Two other promises I've heard in connection with Taylor's campaign is a promise to a) eliminate the property tax on personal vehicles and b) to eliminate parole. That move is straight from the playbook of George Allen in 1993 and James Gilmore in 1997 when they won the Virginia governor's mansion. George Allen promised to eliminate parole and ended a 12 year Democratic reign in Richmond as a result. Parole was ended for anyone convicted after June 1994 in Virginia. The sentence you got is the sentence you would serve, by damn! It worked quite well, except for the fact that the prisons quickly became overcrowded. The solution to that was to cut higher education to fund building more prisons. George Allen chose prisons over schools, and Mark Taylor is setting himself up to make the same kind of choice.

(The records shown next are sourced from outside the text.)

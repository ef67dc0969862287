import { describe, expect, it } from 'vitest';
import { leftOutWords, publishableWords } from './import-words.ts';

const none = { new: 0, changed: 0, unchanged: 0, duplicate: 0, conflict: 0, error: 0 };

describe('what publishing a table would do, in words', () => {
  it('names what is added and what is changed', () => {
    expect(publishableWords({ ...none, new: 2, changed: 1 })).toBe('2 new and 1 changed record');
    expect(publishableWords({ ...none, new: 1 })).toBe('1 new record');
    expect(publishableWords({ ...none, changed: 12 })).toBe('12 changed records');
    expect(publishableWords({ ...none, unchanged: 7 })).toBeNull();
  });

  it('names what is left out and why', () => {
    expect(leftOutWords({ ...none, new: 2, error: 1 })).toBe('1 row is left out: 1 wrong');
    expect(leftOutWords({ ...none, error: 1, duplicate: 2 })).toBe('3 rows are left out: 1 wrong, 2 twice in the file');
    expect(leftOutWords({ ...none, new: 2, unchanged: 3 })).toBeNull();
  });
});
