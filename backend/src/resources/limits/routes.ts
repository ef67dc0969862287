import { Limit, LimitedCaller, LimitSetting, limitedCallers } from '@tiltwright/shared/schemas/limit.ts';
import { eq } from 'drizzle-orm';
import * as z from 'zod';
import { actorId } from '../../auth/actor.ts';
import { limits as limitsTable } from '../../db/schema/limits.ts';
import type { Deps } from '../../deps.ts';
import { listOf } from '../../http/cursor.ts';
import { noStore, type Route, route } from '../../http/operation.ts';
import { audit } from '../audit.ts';

const tag = 'Limits';
const may = 'limits.manage';
const callerParams = z.strictObject({ caller: LimitedCaller });

export function limitRoutes({ db, limits }: Deps): Route[] {
  const read = (caller: LimitedCaller): Limit => {
    const row = db.select().from(limitsTable).where(eq(limitsTable.caller, caller)).get();
    return { caller, ...limits.current()[caller], changedAt: row?.changedAt ?? null, changedBy: row?.changedBy ?? null };
  };
  return [
    route(
      {
        id: 'listLimits',
        method: 'get',
        path: '/limits',
        tag,
        summary: 'How much each kind of caller may ask',
        may,
        reply: { status: 200, description: 'The limits as they hold now.', schema: listOf(Limit) },
        cache: noStore,
      },
      () => ({ data: limitedCallers.map(read), next: null }),
    ),
    route(
      {
        id: 'changeLimit',
        method: 'put',
        path: '/limits/{caller}',
        tag,
        summary: 'Change how much one kind of caller may ask',
        description: 'Holds at once, also for minutes that have begun.',
        may,
        params: callerParams,
        body: LimitSetting,
        bodyExample: { unitsPerMinute: 6000, unitsPerDay: 500000 },
        reply: { status: 200, description: 'The limit as it holds now.', schema: Limit },
        cache: noStore,
      },
      ({ actor, params, body }) => {
        const row = { ...body, changedAt: new Date().toISOString(), changedBy: actorId(actor) };
        db.transaction(
          (tx) => {
            tx.insert(limitsTable)
              .values({ caller: params.caller, ...row })
              .onConflictDoUpdate({ target: limitsTable.caller, set: row })
              .run();
            audit(tx, actorId(actor), 'limit.change', params.caller, { ...body });
          },
          { behavior: 'immediate' },
        );
        limits.reload();
        return read(params.caller);
      },
    ),
    route(
      {
        id: 'resetLimit',
        method: 'delete',
        path: '/limits/{caller}',
        tag,
        summary: 'Go back to the configured limit',
        may,
        params: callerParams,
        reply: { status: 204, description: 'It is as configured.' },
        cache: noStore,
      },
      ({ actor, params }) => {
        db.transaction(
          (tx) => {
            const { changes } = tx.delete(limitsTable).where(eq(limitsTable.caller, params.caller)).run();
            if (changes > 0) audit(tx, actorId(actor), 'limit.change', params.caller, { reset: true });
          },
          { behavior: 'immediate' },
        );
        limits.reload();
      },
    ),
  ];
}
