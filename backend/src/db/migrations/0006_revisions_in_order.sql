DROP INDEX `revisions_edition`;--> statement-breakpoint
CREATE INDEX `revisions_edition` ON `revisions` (`edition`,`record_id`,`revision`);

In 1997, Gilmore promised to eliminate the property tax on vehicles. The problem is that this tax was not levied by the state; it was levied by the counties and cities. In Virginia, all sovreignity resides with the General Assembly, and counties/cities can only do what the General Assembly gives express permission for them to do. However, take away the tax on vehicles, and you decimate the local governments. Their budgets would virtually disappear overnight, and things like sewers, fire, police, and local roads would have no funding whatsoever. The way around this was to have the state reimburse the localities for the tax, and freeze the millage rate at where it stood in 1998. The problem is that SUVs and other expensive cars became hugely popular around this time, so the cost estimates for this program (much like the Bush estimates for the Medicare prescription drug program) were wildly under-stated. The program had to be frozen because it was bankrupting the state, and when the recession of Bush's first term caused a fiscal crisis in Virginia, Democrat Mark Warner was forced to freeze the program at 80% of the tax being covered by state funds. Mark Taylor should know that this program, while popular, will be extremely expensive, and money has to come from somewhere. How will he pay for it? This is a program for which Sonny has said "me too" so it looks like we'll be facing some kind of car tax relief in 2007. Again, the choice to cut the tax will have consequences, so the question is what will Georgians sacrifice to avoid that nasty birthday tax on our cars?

My point in all this is that choices have consequences. Bush has tried to sell the American people on the notion that you can have something for nothing, but that's irresponsible. It's the best way to bankrupt our society and government. Luckily, states can't run deficits, although rainy day funds do allow some extra spending in hard times, which is appropriate. We can't have everything we'd like, so we have to make choices. The hard decision comes when we have to decide whether to invest in our children or in housing our criminals. In pulling Georgia out of the education cellar or in getting a tax break on our cars. Virginia made these choices in the 1990s, and paid a price for it. Georgia would be wise to look at Virginia's experience before going down the same road.